King of Dixie

Charlie Daniels is promoting a new book called Never Look At The Empty Seats. It is a memoir that covers his career spanning nearly 60 years. It is crammed with great yarns about the music business. It also contains some fiery political rhetoric – more about that later.

When I call him for our interview, Daniels is sitting on his tour bus somewhere in Nevada. He begins by explaining why he chose the book’s title: “It’s a nod to a positive attitude, play where you can for whoever you can. You don’t pay attention to the empty seats; you pay attention to the ones that are full.”

Born in North Carolina, Daniels enjoyed an idyllic childhood: “I remember those days fondly. I came from a very close knit family. I had a very good childhood.”

Music was in his blood from an early age. It ignited a desire to be the front man, to be in the spotlight: “I’ve been a band leader most of my life, I started leading bands back in the 50s and found out that’s what I wanted to do with my life. It’s such a matter of course for me, it’s something I take in my stride. It’s hard, it takes a lot of work, takes a lot of devotion, dedication, sacrifices, but if you want it bad enough, it’s worth it.”

In the late 60s and early 70s, Daniels found himself in demand as a session player, notably on Bob Dylan’s LP Nashville Skyline. “Dylan liked what I did, and I was very much into what he was doing.”, he remembers.

He went on to record on other sessions, among them Ringo Starr and Marty Robbins. Charlie also hit the road playing in a band fronted by Leonard Cohen.

There is a chapter charting the painstaking steps that led to him to sign a record deal. It is an intriguing glimpse into the music world at that time, how artists struck their deal with a record company. In this case, a toss-up between CBS and MCA. You can feel the nerve-tingling tension flying off the pages as Daniels recounts in painstaking detail the process that led to him signing with CBS.

I also loved the segments in the book about the camaraderie Daniels and his band enjoyed with other Southern outfits, such as Lynyrd Skynyrd and the Marshall Tucker Band. Daniels reserves rich praise for Skynyrd: “As good a rock and roll band as was on the planet. Nobody, nowhere plays rock and roll better than Lynyrd Skynyrd. They are an authentic American rock and roll band. They are as good as anyone I know.”

His memories of the night he heard Skynyrd’s plane had gone down in a Mississippi swamp are touching. Recalling his close relationship Ronnie Van Zant, I detected a solemn tone in his voice. Reverential, almost.

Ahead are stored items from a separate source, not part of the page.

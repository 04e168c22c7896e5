#pragma once
// The one exception type for bad input: case files, command-line options, unit text, species names.
// Its message names the field, the value and the rule it broke, e.g.
//   boiler.yaml:14:18: firing.excess_air = "-5 %": must be >= 0 %

#include <stdexcept>
#include <string>

namespace stackbound::units {

class InputError : public std::runtime_error {
 public:
  using std::runtime_error::runtime_error;
};

}  // namespace stackbound::units
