#include "stackbound/units/plain_text.hpp"

#include <cstdint>

#include <fmt/format.h>

#include "stackbound/units/input_error.hpp"

namespace stackbound::units {
namespace {

// Length of the UTF-8 sequence starting at `i`, or 0 if it is not a valid one (overlong forms,
// surrogates and values above U+10FFFF included).
std::size_t utf8_sequence_length(std::string_view text, std::size_t i) {
  const auto byte = [&](std::size_t k) { return static_cast<unsigned char>(text[k]); };
  const unsigned char lead = byte(i);
  if (lead < 0x80) return 1;
  std::size_t length = 0;
  unsigned char low = 0x80;
  unsigned char high = 0xBF;
  if (lead >= 0xC2 && lead <= 0xDF) length = 2;
  else if (lead >= 0xE0 && lead <= 0xEF) {
    length = 3;
    if (lead == 0xE0) low = 0xA0;
    if (lead == 0xED) high = 0x9F;
  } else if (lead >= 0xF0 && lead <= 0xF4) {
    length = 4;
    if (lead == 0xF0) low = 0x90;
    if (lead == 0xF4) high = 0x8F;
  } else {
    return 0;
  }
  if (i + length > text.size()) return 0;
  if (byte(i + 1) < low || byte(i + 1) > high) return 0;
  for (std::size_t k = 2; k < length; ++k) {
    if (byte(i + k) < 0x80 || byte(i + k) > 0xBF) return 0;
  }
  return length;
}

// The code point of a valid sequence of `length` bytes at `i`.
char32_t code_point(std::string_view text, std::size_t i, std::size_t length) {
  const auto byte = [&](std::size_t k) { return static_cast<unsigned char>(text[i + k]); };
  if (length == 1) return byte(0);
  static constexpr unsigned char kLeadMask[] = {0, 0, 0x1F, 0x0F, 0x07};
  char32_t value = byte(0) & kLeadMask[length];
  for (std::size_t k = 1; k < length; ++k) value = (value << 6) | (byte(k) & 0x3F);
  return value;
}

// C0 controls other than tab, line feed and carriage return; DEL; the C1 controls.
bool is_refused_control(char32_t c) {
  if (c == U'\t' || c == U'\n' || c == U'\r') return false;
  return c < 0x20 || (c >= 0x7F && c <= 0x9F);
}

// "\\xNN" for one byte.
std::string hex_escape(unsigned char byte) {
  return fmt::format("\\x{:02x}", byte);
}

}  // namespace

std::optional<TextFault> find_text_fault(std::string_view text) {
  for (std::size_t i = 0; i < text.size();) {
    const std::size_t length = utf8_sequence_length(text, i);
    if (length == 0) {
      return TextFault{i, fmt::format("byte 0x{:02X} is not valid UTF-8", static_cast<unsigned char>(text[i])),
                       "save the file as UTF-8"};
    }
    const char32_t c = code_point(text, i, length);
    if (is_refused_control(c)) {
      return TextFault{i, fmt::format("control character U+{:04X} is not allowed in a text file",
                                      static_cast<std::uint32_t>(c)),
                       "remove it"};
    }
    i += length;
  }
  return std::nullopt;
}

std::string text_position(std::string_view origin, std::string_view text, std::size_t offset) {
  std::size_t line = 1;
  std::size_t line_start = 0;
  for (std::size_t i = 0; i < offset; ++i) {
    if (text[i] == '\n') {
      ++line;
      line_start = i + 1;
    }
  }
  return fmt::format("{}:{}:{}", origin, line, offset - line_start + 1);
}

std::string printable(std::string_view text) {
  std::string shown;
  shown.reserve(text.size());
  for (std::size_t i = 0; i < text.size();) {
    const std::size_t length = utf8_sequence_length(text, i);
    if (length == 0) {
      shown += hex_escape(static_cast<unsigned char>(text[i]));
      ++i;
      continue;
    }
    const char32_t c = code_point(text, i, length);
    if (c == U'\n') shown += "\\n";
    else if (c == U'\t') shown += "\\t";
    else if (c == U'\r') shown += "\\r";
    else if (c < 0x80 && is_refused_control(c)) shown += hex_escape(static_cast<unsigned char>(c));
    else if (is_refused_control(c)) shown += fmt::format("\\u{:04x}", static_cast<std::uint32_t>(c));
    else shown.append(text.substr(i, length));
    i += length;
  }
  return shown;
}

void require_plain_text(std::string_view text, std::string_view origin) {
  if (const std::optional<TextFault> fault = find_text_fault(text)) {
    throw InputError(
        fmt::format("{}: {}; {}", text_position(origin, text, fault->offset), fault->what, fault->remedy));
  }
}

}  // namespace stackbound::units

The loss of Ronnie hit him hard:  “I hit it off with Ronnie Van Zant from the first time I met him in 1974. We spent a lot of hours together in hotel rooms and buses and became good friends in the process. Ronnie used to call me the King of Dixie, a title I certainly didn’t deserve, but I was honoured that he would think of me in that way.”

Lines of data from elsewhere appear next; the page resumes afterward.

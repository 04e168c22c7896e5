#pragma once
// "Did you mean ...?" for unknown names (species, case-file keys, units): the candidate with the
// smallest edit distance (Levenshtein, 1966), if it is close enough to be a plausible typo.

#include <optional>
#include <span>
#include <string>
#include <string_view>

namespace stackbound::units {

// Number of single-character insertions, deletions and substitutions turning `a` into `b`.
std::size_t edit_distance(std::string_view a, std::string_view b);

// The closest candidate within max(2, length/3) edits (case-insensitive comparison), or none.
std::optional<std::string> nearest_name(std::string_view name, std::span<const std::string> candidates);

}  // namespace stackbound::units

“He was lot of fun, we always had fun together, we enjoyed each other’s company and it was a very sad day when he left this earth. A cloud of depression settled over me and would linger until I took steps to do something about it.”

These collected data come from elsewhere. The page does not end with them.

#include "stackbound/units/normal_conditions.hpp"

#include <algorithm>
#include <array>
#include <string>

#include <fmt/format.h>

#include "stackbound/units/constants.hpp"
#include "stackbound/units/input_error.hpp"
#include "stackbound/units/quantity_parser.hpp"

namespace stackbound::units {

namespace {
// 60 degF = 288.705556 K; 14.696 psia (US gas-industry base, e.g. AGA Report 3 / GPA 2172, from memory).
constexpr double kSixtyFahrenheit_K = (60.0 - 32.0) * 5.0 / 9.0 + kCelsiusOffset_K;

constexpr std::array<NormalConditions, 5> kPresets{{
    {"0C", "0 degC, 101.325 kPa (EU practice, normal cubic metre)", 273.15, kStandardAtmosphere_Pa},
    {"15C", "15 degC, 101.325 kPa (ISO 13443 standard reference conditions)", 288.15, kStandardAtmosphere_Pa},
    {"20C", "20 degC, 101.325 kPa (US EPA standard conditions, 68 degF and 29.92 inHg, 40 CFR 60.2)", 293.15,
     kStandardAtmosphere_Pa},
    {"60F", "60 degF, 14.696 psia (US gas industry)", kSixtyFahrenheit_K, 14.696 * kPsi_Pa},
    {"IED", "273.15 K, 101.3 kPa (Directive 2010/75/EU Annex V reference state)", 273.15, 101300.0},
}};
}  // namespace

double NormalConditions::molar_volume_m3_per_mol() const {
  return kGasConstant_J_per_mol_K * temperature_K / pressure_Pa;
}

const NormalConditions& normal_0C() { return kPresets[0]; }
const NormalConditions& normal_15C() { return kPresets[1]; }
const NormalConditions& normal_20C() { return kPresets[2]; }
const NormalConditions& normal_60F() { return kPresets[3]; }
const NormalConditions& normal_eu_ied() { return kPresets[4]; }
std::span<const NormalConditions> all_normal_conditions() { return kPresets; }

const NormalConditions& normal_conditions_by_key(std::string_view key, std::string_view field) {
  for (const NormalConditions& preset : kPresets) {
    if (preset.key == key) return preset;
  }
  std::string accepted;
  for (const NormalConditions& preset : kPresets) {
    if (!accepted.empty()) accepted += ", ";
        accepted += preset.key;
  }
  throw InputError(std::string(field) + " = \"" + std::string(key) + "\": unknown normal conditions; accepted: " +
                   accepted);
}

StatedNormalConditions::StatedNormalConditions(double temperature_K, double pressure_Pa)
    : key_(fmt::format("{:g}degC/{:g}kPa", temperature_K - kCelsiusOffset_K, pressure_Pa / 1e3)),
      description_(fmt::format("{:g} degC, {:g} kPa (stated)", temperature_K - kCelsiusOffset_K, pressure_Pa / 1e3)),
      conditions_{key_, description_, temperature_K, pressure_Pa} {}

std::shared_ptr<const StatedNormalConditions> stated_normal_conditions(std::string_view text, std::string_view field) {
  const std::size_t comma = text.find(',');
  const auto refuse = [&](const std::string& problem) {
    throw InputError(std::string(field) + " = \"" + std::string(text) + "\": " + problem);
  };
  if (comma == std::string_view::npos || text.find(',', comma + 1) != std::string_view::npos) {
    refuse("expected a key (0C, 15C, 20C, 60F, IED) or a temperature and a pressure, e.g. \"25 degC, 101.325 kPa\"");
  }
  const auto part = [&](std::string_view piece) {
    const std::size_t start = std::min(piece.find_first_not_of(" \t"), piece.size());
    const std::size_t end = piece.find_last_not_of(" \t");
    return parse_quantity(piece.substr(start, end == std::string_view::npos ? 0 : end + 1 - start), field,
                          {Dimension::temperature, Dimension::pressure});
  };
  const ParsedQuantity first = part(text.substr(0, comma));
  const ParsedQuantity second = part(text.substr(comma + 1));
  if (first.dimension == second.dimension) refuse("give one temperature and one pressure, e.g. \"25 degC, 101.325 kPa\"");
  const double temperature_K = first.dimension == Dimension::temperature ? first.value_si : second.value_si;
  const double pressure_Pa = first.dimension == Dimension::pressure ? first.value_si : second.value_si;
  if (!(temperature_K >= 250.0 && temperature_K <= 350.0)) refuse("the temperature must be between 250 K and 350 K");
  if (!(pressure_Pa >= 80e3 && pressure_Pa <= 120e3)) refuse("the pressure must be between 80 kPa and 120 kPa");
  return std::make_shared<const StatedNormalConditions>(temperature_K, pressure_Pa);
}

NormalVolume NormalVolume::from_cubic_metres(double normal_m3, const NormalConditions& conditions) {
  return NormalVolume(moles(normal_m3 / conditions.molar_volume_m3_per_mol()));
}

double NormalVolume::cubic_metres(const NormalConditions& conditions) const {
  return amount_.value() * conditions.molar_volume_m3_per_mol();
}

}  // namespace stackbound::units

In 1979 the Charlie Daniels Band released the LP Million Mile Reflections. It included a platinum-selling single, Devil Went Down To Georgia that propelled the band up the charts and made them famous. I asked Daniels if that LP changed their lives: “Very definitely, kicked in a whole new gear, that’s for sure. We sold more records, we did bigger halls, we carried more vehicles, more road crew, better sound system. It was that step up that you do when you start playing bigger halls. It was an exciting time.”

Daniels does not like the band’s music being pigeon-holed: “I am constantly asked what type of music CDB plays, and I always say American music. We play country, bluegrass, gospel, rock, blues and jazz – the genres of music America gave the world. It’s just our style. We don’t follow or fads. We just follow our hearts and musical instincts. It’s worked out pretty well so far.”

I thoroughly enjoyed the book. Well, most of it. Chapter 50 was awfully hard work. A quite remarkable display of fire and brimstone bombast from Daniels. The context is the 9/11 terrorist atrocity and it’s immediate aftermath. A dark time for America, tensions were running high. Daniels grabs his blunderbuss and blasts the “politically correct bunch”, and lax immigration enforcement policies that “allow foreigners to overstay their visas and even disappear into society.”

That aside, the book is a fascinating account of Daniels and his life, a performer that has enjoyed a varied and hugely successful career. Thanks for the interview, Charlie!